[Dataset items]
○ ○ ○ ○ ○

#[cfg(test)]
mod far_region_tests {
    use super::*;
    use crate::geometry::{distance, FeasibleRegion};

    #[test]
    fn a_region_far_from_tiny_points_is_held_by_the_working_frame() {
        // Points within 1e-159 of the origin and an L-shaped lot in [1, 4]²: in the points'
        // own unit frame the lot sat near 1e160, where squared distances overflow and no
        // site was nearest to any point (an index past the sites). Closed form: every point
        // of the lot is at least as far from such a point as the lot's corner (1, 1), so
        // the optimum puts the sites there and costs Σ |a − (1, 1)|.
        let points: Vec<Point> = (0..8)
            .map(|i| {
                let t = i as f64;
                [(t - 3.5) * 3e-161, (t * t - 12.0) * 1e-161]
            })
            .collect();
        let lot = [[1.0, 1.0], [4.0, 1.0], [4.0, 2.0], [2.0, 2.0], [2.0, 4.0], [1.0, 4.0]];
        let region = Arc::new(FeasibleRegion::new(&lot, &[0, lot.len()]).unwrap());
        let options = MedianOptions { region: Some(region.clone()), ..MedianOptions::default() };
        let plan = p_median(&points, Weights::Unit, 2, &[], &options).unwrap();
        let corner_cost: f64 = points.iter().map(|&a| distance(a, [1.0, 1.0])).sum();
        assert!(plan.sites.iter().all(|&s| region.contains(s)), "{:?}", plan.sites);
        assert!(plan.service.cost <= corner_cost * (1.0 + 1e-12), "{} > {corner_cost}", plan.service.cost);
        assert!(plan.service.cost >= corner_cost * (1.0 - 1e-12), "{} < {corner_cost}", plan.service.cost);
        // Subnormal coordinates (multiples of 5e-324): in the frame that holds the lot they
        // round together, and the seeding put two sites on one location instead of failing.
        let subnormal: Vec<Point> = (0..30).map(|i| [(i % 7) as f64 * 5e-324, (i % 5) as f64 * -5e-324]).collect();
        let plan = p_median(&subnormal, Weights::Unit, 2, &[], &options).unwrap();
        let corner_cost: f64 = subnormal.iter().map(|&a| distance(a, [1.0, 1.0])).sum();
        assert!(plan.sites.iter().all(|&s| region.contains(s)), "{:?}", plan.sites);
        assert!(
            (plan.service.cost - corner_cost).abs() <= 1e-12 * corner_cost,
            "{} vs {corner_cost}",
            plan.service.cost
        );
        // A region whose far corner lies beyond 9e307: twice its reach overflows, which left
        // the frame unscaled. Closed form as above, with the box's near corner.
        let points: Vec<Point> = (0..20).map(|i| [(i % 5) as f64 * 1e-3, (i / 5) as f64 * 1e-3]).collect();
        let far = [[6e307, 6e307], [1e308, 6e307], [1e308, 1e308], [6e307, 1e308]];
        let boxed = Arc::new(FeasibleRegion::new(&far, &[0, far.len()]).unwrap());
        let options = MedianOptions { region: Some(boxed.clone()), ..MedianOptions::default() };
        let w = vec![1e-10; points.len()];
        let plan = p_median(&points, Weights::Given(&w), 2, &[], &options).unwrap();
        let corner_cost: f64 = points.iter().map(|&a| 1e-10 * distance(a, [6e307, 6e307])).sum();
        assert!(plan.sites.iter().all(|&s| boxed.contains(s)), "{:?}", plan.sites);
        assert!(
            (plan.service.cost - corner_cost).abs() <= 1e-12 * corner_cost,
            "{} vs {corner_cost}",
            plan.service.cost
        );
    }
}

○ ○ ○ ○ ○

Write out the records exactly, starting at the first line and stopping after the line that contains "in the points'".

#[cfg(test)]
mod far_region_tests {
    use super::*;
    use crate::geometry::{distance, FeasibleRegion};

    #[test]
    fn a_region_far_from_tiny_points_is_held_by_the_working_frame() {
        // Points within 1e-159 of the origin and an L-shaped lot in [1, 4]²: in the points'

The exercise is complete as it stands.